Ian Mason | 15 years ago

The UKELA conference was extraordinary. More than forty practical lawyers, academics and students met together at the Magdalen Project, an educational organic farm in Somerset, to deepen their sense of connection with nature and discuss how that connection might influence formal law. Dr Stephan Harding, holistic scientist and author Animate Earth led the discussions with an outstandingly clear and effective exposition of the scientific view that Earth is a living system and that we ignore the living, self-regulating powers of the Earth at our peril. Tracing the development of the modern scientific view from the Galileo [“The book of the Universe is written in the language of mathematics” – the error is to think it is the only book] and the much-maligned Descartes [“I have described the Earth and the whole visible universe in the manner of a machine”] he reminded us that this view has obscured the older understanding of anima mundi, the world soul with its sense of the cosmos as an intelligent psyche which Western culture no longer acknowledges and indeed denies ‘murderously’. From there he reminded us of Thomas Berry’s observation that the ‘Universe is not a collection of objects but a communion of subjects’ and that we need to relearn how to live as members of a holistic Earth community.

This is possible if we fully integrate and use the four ways of knowing described in the ‘Jungian mandala’:

Intuition

Feeling                                        Thinking

Senses

The great thing with Stephan is that he does not cling to the lecture hall.
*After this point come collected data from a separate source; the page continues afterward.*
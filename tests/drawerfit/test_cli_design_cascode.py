"""`drawerfit design` of a cascode request through the CLI runner on the demo drawer:
the JSON shape of docs/json.md, the 80-column table, the build sheet and SPICE deck of
the chosen cascode, and a request nothing meets."""

import io
import json
from importlib import resources

import pytest
from click.testing import CliRunner
from rich.cells import cell_len
from rich.console import Console

from drawerfit.cli import cli
from drawerfit.render.chains import show_chain_result
from inventory.store import open_store
from optimiser.request import load_request
from optimiser.search.chains import search_chains
from tests.drawerfit.test_cli_design_chain import run
from tests.optimiser.test_chain_cascode import USER

REQUEST = "".join(f"{k} = {json.dumps(v)}\n" for k, v in USER.items())


@pytest.fixture(scope="module")
def store(tmp_path_factory):
    db = tmp_path_factory.mktemp("cascode") / "s.sqlite"
    with resources.as_file(resources.files("drawerfit") / "data" / "demo_stock.csv") as p:
        r = CliRunner().invoke(cli, ["--db", str(db), "stock", "import", str(p)])
    assert r.exit_code == 0, r.output
    return db


def test_json_sheet_and_spice_of_the_chosen_cascode(store, tmp_path):
    sheet, deck = tmp_path / "sheet", tmp_path / "cascode.cir"
    r = run(store, tmp_path, REQUEST, "--top", "3", "--json", "--sheet", str(sheet),
            "--spice", str(deck))
    assert r.exit_code == 0, r.output
    out = json.loads(r.stdout)
    assert out["request"]["topology"] == "cascode" and out["feasible"] is True
    assert out["search"]["complete"] is False           # not proven (docs/search.md)
    assert 1 <= len(out["designs"]) <= 3
    for k, d in enumerate(out["designs"], 1):
        assert d["rank"] == k and d["topology"] == "cascode" and d["coupling"] is None
        assert {"R1", "R2", "R3", "RC", "C_B", "C_IN", "C_OUT"} <= set(d["parts"])
        assert len(d["stages"]) == 2 and d["meets_spec"] is True
    assert "cascode #1" in r.stderr
    for name in ("sheet.html", "schematic.svg", "stage.cir", "parts.csv"):
        assert (sheet / name).is_file(), name
    text = deck.read_text(encoding="utf-8")
    assert text == (sheet / "stage.cir").read_text(encoding="utf-8")
    for role in out["designs"][0]["parts"]:
        assert f"\n{role} " in text, role


def test_table_fits_80_columns(store, tmp_path):
    req = tmp_path / "req.toml"
    req.write_text(REQUEST)
    result = search_chains(load_request(req, chains=True), open_store(str(store)).snapshot(),
                           top=2)
    con = Console(width=80, record=True, file=io.StringIO(), color_system=None)
    show_chain_result(con, result)
    shown = con.export_text()
    assert max(cell_len(s) for s in shown.splitlines()) <= 80
    text = " ".join(shown.split())
    assert "S1 (ce, lower)" in text and "S2 (cb, upper)" in text
    assert "Not proven best" in text and "divider triples" in text


def test_nothing_meets_says_what_was_searched(store, tmp_path):
    r = run(store, tmp_path, REQUEST + "zout_max_ohm = 50\n", "--top", "2", "--sheet",
            str(tmp_path / "sheet"))
    assert r.exit_code == 0, r.output
    text = " ".join(r.output.split())
    assert "No cascode found meets the request" in text
    assert "Searched:" in text and "Not proven that none exists" in text
    assert "no cascode meets the request" in r.stderr
    assert not (tmp_path / "sheet").exists()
Having given his exposition, out we went into the countryside to lie in the grass and experience gravity as a force of love holding us gratefully to Earth’s surface and to engage with trees as living, breathing fellow-travellers in the journey of life, often with much longer tales to tell than we have – not the usual fare of legal conferences, but quite a lot of them would benefit from this sort of treatment.
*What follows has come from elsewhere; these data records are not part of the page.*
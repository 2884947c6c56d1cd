"""Terminal views at a fixed width: nothing cut, nothing repeated, one style per severity.

Each view is printed on a Rich console of fixed width (80 and 120 columns,
record=True) and read back with export_text.  The figures the views must show
are taken from the JSON of the same result and written out here with the
project's value formatter (inventory.values.format_si, itself checked against
IEC 60062/60063 in tests/inventory) and plain Python formats.
"""

from __future__ import annotations

import dataclasses
import io
import math
from importlib import resources

import pytest
from rich.cells import cell_len
from rich.console import Console
from rich.style import Style

from drawerfit.commands.demo import demo_store
from drawerfit.console import SEVERITY_LABEL, SEVERITY_STYLE, caution_line, severity_css
from drawerfit.render.analysis import capacitor_table, drift_rows, show_analysis
from drawerfit.render.designs import _table, show_result
from inventory.values import format_si
from optimiser.cautions import SEVERITIES, Caution
from optimiser.request import load_request
from tests.drawerfit.circuits import CE_PARTS, CE_TRANSISTOR

WIDTHS = (80, 120)


def record(width: int) -> Console:
    return Console(width=width, record=True, file=io.StringIO(), color_system=None,
                   highlight=False)


def text_of(console: Console) -> str:
    return console.export_text()


def assert_fits(text: str, width: int) -> None:
    assert "…" not in text, text                      # Rich's mark of a cut cell
    wide = [ln for ln in text.splitlines() if cell_len(ln) > width]
    assert not wide, wide


@pytest.fixture(scope="module")
def demo_result():
    """The demo request on the demo drawer, with and without a yield (small sample)."""
    from optimiser.search import search

    with resources.as_file(resources.files("drawerfit") / "data" / "demo_request.toml") as p:
        request = load_request(p)
    with demo_store() as store:
        snapshot = store.snapshot()
    plain = search(request, snapshot, top=3)
    with_yield = search(dataclasses.replace(request, yield_samples=200, seed=1), snapshot, top=2)
    return {"plain": plain, "yield": with_yield}


def expected_figures(d: dict) -> dict[str, str]:
    """The figures of one JSON design as a technician reads them."""
    m = d["metrics"]
    out = {
        "gain_db": f"{m['gain_db']:.2f}",
        "f_low_hz": format_si(m["f_low_hz"], "Hz"),
        "f_high_hz": format_si(m["f_high_hz"], "Hz"),
        "ic_a": format_si(m["ic_a"], "A"),
        "vce_v": format_si(m["vce_v"], "V"),
        "ic_drift_pct": f"{m['ic_drift_pct']:.2f} %",
        "thd_pct": f"{m['thd_pct']:.3g} %",
        "swing_vpk": format_si(m["swing_vpk"], "V"),
    }
    if d.get("score") is not None:
        out["score"] = f"{d['score']:.3f}"
    if m.get("yield_pct") is not None:
        out["yield_pct"] = f"{m['yield_pct']:.1f} %"
    return out


def design_blocks(text: str) -> list[list[str]]:
    """The table's rows, one list of lines per design (rows are ruled off)."""
    lines = text.splitlines()
    start = next(i for i, ln in enumerate(lines) if ln.startswith(("┡", "├")))
    blocks, cur = [], []
    for ln in lines[start + 1:]:
        if ln.startswith(("├", "└")):
            blocks.append(cur)
            cur = []
            if ln.startswith("└"):
                break
        else:
            cur.append(ln)
    return blocks


@pytest.mark.parametrize("which", ["plain", "yield"])
@pytest.mark.parametrize("width", WIDTHS)
def test_design_table_shows_every_figure_in_full(demo_result, width, which):
    result = demo_result[which]
    doc = result.to_json()
    assert doc["designs"], "the demo request has designs"
    con = record(width)
    con.print(_table(result.designs, "designs"))
    text = text_of(con)
    assert_fits(text, width)
    blocks = design_blocks(text)
    assert len(blocks) == len(doc["designs"])
    for d, block in zip(doc["designs"], blocks, strict=True):
        assert block[0].split("│")[1].strip() == str(d["rank"])
        for key, want in expected_figures(d).items():
            assert any(want in ln for ln in block), (width, key, want, block)
        for role, p in d["parts"].items():
            assert any(f"{role} {p['label']}" in ln for ln in block), (role, block)
            for pc in p["pieces"]:
                assert any(f"@{pc['location']}" in ln for ln in block)
    if which == "yield":
        assert "yield" in text
        assert all(d["metrics"].get("yield_pct") is not None for d in doc["designs"])


def test_wide_layout_at_120_columns_puts_each_design_on_one_line_of_figures(demo_result):
    doc = demo_result["plain"].to_json()
    con = record(120)
    con.print(_table(demo_result["plain"].designs, "designs"))
    for d, block in zip(doc["designs"], design_blocks(text_of(con)), strict=True):
        first = block[0]
        assert all(want in first for want in expected_figures(d).values()), first


@pytest.mark.parametrize("width", WIDTHS)
def test_nearest_misses_table_keeps_figures_whole(demo_result, width):
    misses = [dataclasses.replace(d, violations=["gain_db 17.3 outside 20 ± 1",
                                                 "f_low_hz 61.5 above 50 (the request's limit)"],
                                  score=math.nan)
              for d in demo_result["plain"].designs]
    con = record(width)
    con.print(_table(misses, "Nearest misses", misses=True))
    text = text_of(con)
    assert_fits(text, width)
    flat = " ".join(text.split())
    for d in misses:
        for key, want in expected_figures(d.to_json()).items():
            assert want in text, (key, want)
    for word in ("17.3", "outside", "61.5", "limit)"):
        assert word in flat


@pytest.mark.parametrize("width", WIDTHS)
def test_show_result_lines_fit_and_name_capacitor_ratings(demo_result, width):
    from optimiser.cautions import capacitor_ratings, cautions
    from optimiser.evaluate import DERATING

    result = demo_result["plain"]
    con = record(width)
    show_result(con, result, cautions_for=lambda d: cautions(d, result.request))
    text = text_of(con)
    assert_fits(text, width)
    flat = " ".join(text.split())
    first = result.designs[0]
    rows = capacitor_ratings(first, result.request)
    assert rows
    assert f"DC ÷ {DERATING['capacitor_voltage']:g}" in flat
    for r in rows:
        # the DC voltage across the part and what it must be rated for (V / derating)
        want = (f"{r.role} {format_si(r.volts, 'V')} DC, needs ≥ "
                f"{format_si(r.volts / DERATING['capacitor_voltage'], 'V')}")
        assert want in flat, want


# --- analyse -------------------------------------------------------------------------

CIRCUIT = """\
topology = "ce"
supply_v = 12.0
load_ohm = "10k"
source_ohm = "600"
gain_db = 21.7
f_low_max_hz = 50
temp_c = {temp}
yield_samples = 200
seed = 3
""" + CE_PARTS + CE_TRANSISTOR


def analysed(tmp_path, temp):
    """What `drawerfit analyse` computes for CIRCUIT (the command's own steps)."""
    import drawerfit.cli  # noqa: F401  (loads the commands in their order)
    from drawerfit.commands.analyse import _stock_picks
    from optimiser.circuit_file import load_circuit
    from optimiser.evaluate import design_of, evaluate
    from optimiser.yield_ import apply_yield, monte_carlo

    p = tmp_path / "c.toml"
    p.write_text(CIRCUIT.format(temp=temp))
    c = load_circuit(str(p))
    ev = evaluate(c.request, c.batch(), c.transistor, c.ratings)
    design = design_of(ev, 0, picks=_stock_picks(c), label=c.transistor.label)
    yres = monte_carlo(c.request, c.values, c.transistor, c.tolerances,
                       samples=c.request.samples, seed=c.request.seed)
    apply_yield(design, yres, c.request)
    return design, ev, c, yres


@pytest.mark.parametrize("temp,n_temps", [("[25, 25]", 1), ("[0, 50]", 2)])
def test_drift_corners_print_once_each(tmp_path, temp, n_temps):
    design, ev, c, yres = analysed(tmp_path, temp)
    corners = design.extra["drift"]
    rows = drift_rows(corners)
    # two hFE corners (hfe_min, hfe_max) at each distinct temperature
    assert len(rows) == 2 * n_temps
    assert len(set(rows)) == len(rows)
    con = record(80)
    show_analysis(design, ev, 0, c, yres, console=con)
    text = text_of(con)
    drift = text[text.index("Drift corners"):]
    drift = drift[:drift.index("└")]
    assert sum("°C │" in ln for ln in drift.splitlines()) == 2 * n_temps


@pytest.mark.parametrize("width", WIDTHS)
def test_analyse_view_fits_and_shows_yield_and_capacitor_voltages(tmp_path, width):
    from optimiser.evaluate import DERATING

    design, ev, c, yres = analysed(tmp_path, "[0, 50]")
    con = record(width)
    show_analysis(design, ev, 0, c, yres, console=con)
    text = text_of(con)
    assert_fits(text, width)
    assert f"{design.metrics['yield_pct']:.1f} %" in text
    assert f"yield {yres.yield_pct:.1f} %" in text
    m = design.metrics
    # C_OUT sits from the collector to the load at 0 V: V_C across it (Kirchhoff)
    caps = text[text.index("Capacitor voltages"):]
    row = next(ln for ln in caps.splitlines() if ln.startswith("│ C_OUT"))
    assert format_si(m["vc_v"], "V") in row
    assert format_si(m["vc_v"] / DERATING["capacitor_voltage"], "V") in row
    assert "collector" in row
    assert capacitor_table(design, c.request) is not None


# --- cautions: one style per severity ------------------------------------------------

def test_one_style_per_severity():
    assert set(SEVERITY_STYLE) == set(SEVERITIES) == set(SEVERITY_LABEL)
    styles = {sev: Style.parse(SEVERITY_STYLE[sev]) for sev in SEVERITIES}
    assert len({str(s) for s in styles.values()}) == len(SEVERITIES)       # distinct
    css = severity_css("li")
    for sev, st in styles.items():
        rule = next(ln for ln in css.splitlines() if ln.startswith(f"li.{sev} "))
        assert st.color.triplet.hex in rule
        assert ("font-weight: 700" in rule) is bool(st.bold)


@pytest.mark.parametrize("sev", SEVERITIES)
def test_caution_lines_use_the_severity_style(sev):
    con = Console(width=80, record=True, file=io.StringIO(), color_system="truecolor",
                  force_terminal=True)
    con.print(caution_line(Caution("verify", "look [here] first", None, sev)))
    segs = [s for s in con._record_buffer if s.text.strip()]
    word = next(s for s in segs if s.text.startswith(SEVERITY_LABEL[sev]))
    assert word.style == Style.parse(SEVERITY_STYLE[sev])
    assert "look [here] first" in con.export_text()        # markup in the text is escaped


def test_analyse_prints_the_mains_caution_first(tmp_path):
    from drawerfit.render.analysis import show_cautions
    from optimiser.cautions import cautions
    from optimiser.request import Request

    design, *_ = analysed(tmp_path, "[0, 50]")
    items = cautions(design, Request("ce", 48.0))
    con = record(80)
    show_cautions(items, console=con)
    lines = [ln for ln in text_of(con).splitlines() if ln.strip()]
    assert lines[0].startswith(f"{SEVERITY_LABEL['danger']}: The supply is 48 V")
This is not to say that there was no place for conventional law.  Practical discussions centred on the use of private and public law to help regulate our relationship with nature. No laws can force people to love nature, but they can apply regulation based on a duty of care, just as is done with the law of negligence. One discussion centred on property law. Why should there not be public duties applied to landowners akin to those that landowners apply to tenants? Public covenants not to damage the land and to maintain it in good condition; not to commit acts o waste or nuisance; would be examples. Since private land ownership inevitably involves private ownership of the environment which is entirely a shared habitat, there can be no doubt that it is in the interest of nature and the human community that it is treated with due respect. By use of legal devices such as the public trust doctrine or guardians ad litem, it is perfectly possible to enable people to take legal action in behalf of nature to enforce duties of care against those who claim exclusive dominion over parts f the environment.